Skip to content

donadigo/bytefield

Folders and files

NameName
Last commit message
Last commit date

Latest commit

 

History

33 Commits
 
 
 
 
 
 
 
 
 
 
 
 
 
 
 
 
 
 
 
 

Repository files navigation

Build Status

ByteField

A Python library for parsing/manipulating binary data with easily accessible Python properties inspired by Django. The library is still in development.
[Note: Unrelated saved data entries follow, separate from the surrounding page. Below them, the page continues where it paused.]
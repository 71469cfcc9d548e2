/** A repeatable sequence of numbers in (-1, 1) (linear congruential, Numerical Recipes' constants). */
export function sequence(seed: number): () => number {
	let state = seed >>> 0;
	return () => {
		state = (Math.imul(state, 1664525) + 1013904223) >>> 0;
		return state / 2 ** 31 - 1;
	};
}

/**
 * Orders at which the remainder |J(x + h d) - J(x) - h grad J . d| falls when h is halved: 2 for an exact gradient of a smooth
 * function, 1 for a wrong one (Taylor's theorem; standard practice for verifying gradients).
 */
export function taylorOrders(
	value: (x: Float64Array) => number,
	x: Float64Array,
	gradient: ArrayLike<number>,
	direction: Float64Array,
	steps: readonly number[]
): number[] {
	const before = value(x);
	let slope = 0;
	for (let i = 0; i < direction.length; i++) slope += gradient[i] * direction[i];
	const rest = steps.map((h) => Math.abs(value(x.map((v, i) => v + h * direction[i])) - before - h * slope));
	return rest.slice(1).map((r, k) => Math.log(rest[k] / r) / Math.log(steps[k] / steps[k + 1]));
}
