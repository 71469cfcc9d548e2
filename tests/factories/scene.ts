/** A study with its people on a server under test, and the calls that most tests begin with. */
import { expect } from 'vitest';
import type { z } from 'zod';
import type { Problem, Role } from '$lib/api/schemas/common';
import type { Box, BoxCreate } from '$lib/api/schemas/drawn';
import type { Job, mapImported } from '$lib/api/schemas/jobs';
import type { Result } from '$lib/api/schemas/maps';
import type { MoveAnswer, RecipeInput } from '$lib/api/schemas/moves';
import type { Shape } from '$lib/api/schemas/shapes';
import type { Objective, Study } from '$lib/api/schemas/studies';
import type { TestServer, TestUser } from '../harness/server';
import { readSoup, type Soup } from './stl';

export interface Answered<T> {
	status: number;
	body: T;
	headers: Headers;
}

/** Who calls: a bearer token, or null for nobody. */
export type Bearer = string | null;

type Method = 'GET' | 'POST' | 'PUT' | 'PATCH' | 'DELETE';

export async function call<T = unknown>(
	server: TestServer,
	token: Bearer,
	method: Method,
	path: string,
	json?: unknown
): Promise<Answered<T>> {
	const response = await server.fetch(path, { method, token: token ?? undefined, json });
	const text = await response.text();
	return { status: response.status, body: (text ? JSON.parse(text) : undefined) as T, headers: response.headers };
}

/** The answer's body if it has the expected status, else a failure that shows what came. */
export async function ok<T>(
	server: TestServer,
	token: Bearer,
	method: Method,
	path: string,
	json?: unknown,
	status?: number
): Promise<T> {
	const answer = await call<T>(server, token, method, path, json);
	const expected = status ?? (method === 'POST' ? 201 : 200);
	if (answer.status !== expected) {
		throw new Error(`${method} ${path}: ${answer.status} instead of ${expected}: ${JSON.stringify(answer.body)}`);
	}
	return answer.body;
}

/** Checks that an answer is a whole RFC 9457 problem of this status and code, and returns it. */
export function problemIn(answer: Answered<unknown>, status: number, code?: string): Problem {
	const problem = answer.body as Problem;
	expect(answer.status, JSON.stringify(problem)).toBe(status);
	expect(answer.headers.get('content-type')).toMatch(/^application\/problem\+json/);
	expect(problem).toMatchObject({
		type: expect.stringMatching(/./),
		title: expect.stringMatching(/./),
		status,
		detail: expect.stringMatching(/./),
		code: expect.stringMatching(/^[a-z-]+$/)
	});
	if (code) expect(problem.code).toBe(code);
	return problem;
}

export async function sendFile(
	server: TestServer,
	token: Bearer,
	path: string,
	file: Uint8Array<ArrayBuffer> | string
): Promise<Answered<{ jobId: string }>> {
	// Making a large file may have kept this process from seeing that the server closed an idle connection.
	await new Promise((resolve) => setTimeout(resolve, 20));
	const response = await server.fetch(path, {
		method: 'POST',
		token: token ?? undefined,
		headers: { 'content-type': 'application/octet-stream' },
		body: file
	});
	return { status: response.status, body: (await response.json()) as { jobId: string }, headers: response.headers };
}

/** Uploads and waits for the job. */
export async function upload(
	server: TestServer,
	token: string,
	path: string,
	file: Uint8Array<ArrayBuffer> | string
): Promise<Job> {
	const accepted = await sendFile(server, token, path, file);
	expect(accepted.status, JSON.stringify(accepted.body)).toBe(202);
	return server.job<Job>(accepted.body.jobId, token);
}

function resultOf<T>(job: Job): T {
	if (job.state !== 'done') throw new Error(`The job ended ${job.state}: ${JSON.stringify(job.error)}`);
	return job.result as T;
}

export class Scene {
	constructor(
		readonly server: TestServer,
		readonly engineer: TestUser,
		readonly study: Study,
		readonly objective: Objective
	) {}

	get token(): string {
		return this.engineer.token;
	}

	/** A member of the study with that role. */
	async member(role: Role): Promise<TestUser> {
		const user = await this.server.addUser();
		await ok(this.server, this.token, 'PUT', `/api/studies/${this.study.id}/members`, { email: user.email, role });
		return user;
	}

	async importShape(file: Uint8Array<ArrayBuffer> | string, filename = 'part.stl'): Promise<Shape> {
		const path = `/api/studies/${this.study.id}/shapes?filename=${encodeURIComponent(filename)}`;
		const { shapeId } = resultOf<{ shapeId: string }>(await upload(this.server, this.token, path, file));
		return this.shape(shapeId);
	}

	shape(id: string): Promise<Shape> {
		return ok<Shape>(this.server, this.token, 'GET', `/api/shapes/${id}`);
	}

	mapPath(shapeId: string, query: Record<string, string> = {}): string {
		const all = { objectiveId: this.objective.id, filename: 'map.csv', kind: 'density', ...query };
		return `/api/shapes/${shapeId}/sensitivities?${new URLSearchParams(all)}`;
	}

	async importMap(
		shapeId: string,
		csv: string,
		query: Record<string, string> = {}
	): Promise<z.infer<typeof mapImported>> {
		return resultOf(await upload(this.server, this.token, this.mapPath(shapeId, query), csv));
	}

	addBox(box: Partial<BoxCreate> & Pick<BoxCreate, 'centre' | 'halfSize'>): Promise<Box> {
		return ok<Box>(this.server, this.token, 'POST', `/api/studies/${this.study.id}/boxes`, {
			name: 'Box',
			lattice: [5, 4, 4],
			...box
		});
	}

	/** Uploads a closed surface as keep-out. @returns its id */
	async importKeepOut(
		file: Uint8Array<ArrayBuffer>,
		filename: string,
		query: Record<string, string> = {}
	): Promise<string> {
		const path = `/api/studies/${this.study.id}/keep-outs/mesh?${new URLSearchParams({ filename, ...query })}`;
		return resultOf<{ keepOutId: string }>(await upload(this.server, this.token, path, file)).keepOutId;
	}

	/** Draws a keep-out or a lock. */
	draw<T = { id: string }>(what: 'keep-outs' | 'locks', body: object): Promise<T> {
		return ok<T>(this.server, this.token, 'POST', `/api/studies/${this.study.id}/${what}`, body);
	}

	preview(shapeId: string, recipe: RecipeInput): Promise<MoveAnswer> {
		return ok<MoveAnswer>(this.server, this.token, 'POST', `/api/shapes/${shapeId}/moves/preview`, recipe, 200);
	}

	async startMove(shapeId: string, recipe: RecipeInput & { name?: string }): Promise<string> {
		const path = `/api/shapes/${shapeId}/moves`;
		return (await ok<{ jobId: string }>(this.server, this.token, 'POST', path, recipe, 202)).jobId;
	}

	async move(
		shapeId: string,
		recipe: RecipeInput & { name?: string }
	): Promise<MoveAnswer & { shapeId: string; moveId: string }> {
		const jobId = await this.startMove(shapeId, recipe);
		return resultOf(await this.server.job<Job>(jobId, this.token));
	}

	addResult(shapeId: string, value: number, uncertainty?: number): Promise<Result> {
		return ok<Result>(this.server, this.token, 'POST', `/api/shapes/${shapeId}/results`, {
			objectiveId: this.objective.id,
			value,
			uncertainty
		});
	}

	async file(shapeId: string, name = 'stl?encoding=binary'): Promise<Uint8Array<ArrayBuffer>> {
		const response = await this.server.fetch(`/api/shapes/${shapeId}/files/${name}`, { token: this.token });
		if (response.status !== 200) throw new Error(`${name}: ${response.status} ${await response.text()}`);
		return new Uint8Array(await response.arrayBuffer());
	}

	async soup(shapeId: string, encoding: 'binary' | 'ascii' = 'binary'): Promise<Soup> {
		return readSoup(await this.file(shapeId, `stl?encoding=${encoding}`));
	}
}

/** A fresh engineer with a study of one objective to minimise. */
export async function newScene(server: TestServer, lengthUnit: Study['lengthUnit'] = 'm'): Promise<Scene> {
	const engineer = await server.addUser();
	const study = await ok<Study>(server, engineer.token, 'POST', '/api/studies', { name: 'Test study', lengthUnit });
	const objective = await ok<Objective>(server, engineer.token, 'POST', `/api/studies/${study.id}/objectives`, {
		name: 'Drag',
		unit: 'N',
		sense: 'minimise',
		weight: 1
	});
	return new Scene(server, engineer, study, objective);
}

/** Rows in each table that an import or a move writes: what must not grow when one fails. */
export async function storedRows(server: TestServer): Promise<Record<string, number>> {
	const tables = ['blobs', 'contents', 'content_chunks', 'topologies', 'shapes', 'maps', 'moves', 'results'];
	const counts = await server.query<{ name: string; count: string }>(
		tables.map((table) => `SELECT '${table}' AS name, count(*) AS count FROM ${table}`).join(' UNION ALL ')
	);
	return Object.fromEntries(counts.map(({ name, count }) => [name, Number(count)]));
}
ByteField supports:

  • Variable length fields
  • Nested structures
  • Parsing only accessed fields

Quick example

ByteField allows to define binary data layout declaratively which then maps to underlying bytes:

from bytefield import *

class Header(ByteStruct):
    magic = StringField(length=5)
    length = IntegerField()
    array = ArrayField(shape=None, elem_field_type=IntegerField)
    floating = FloatField()

header = Header(magic='bytes', floating=3.14)
header.length = 3
header.array = list(range(1, header.length + 1))
print(header.data)

Output:

bytearray(b'bytes\x03\x00\x00\x00\x01\x00\x00\x00\x02\x00\x00\x00\x03\x00\x00\x00\xc3\xf5H@')`

Example: parse a JPEG header

You can embed other structure declarations inside structures:

from bytefield import *

class RGB(ByteStruct):
    r = IntegerField(signed=False, size=1)
    g = IntegerField(signed=False, size=1)
    b = IntegerField(signed=False, size=1)

class Marker(ByteStruct):
    marker = IntegerField(size=2, signed=False)
    length = IntegerField(size=2, signed=False)
    identifier = StringField(length=5, encoding='ascii')
    version = IntegerField(size=2, signed=False)
    density = IntegerField(size=1, signed=False)
    x_density = IntegerField(size=2, signed=False)
    y_density = IntegerField(size=2, signed=False)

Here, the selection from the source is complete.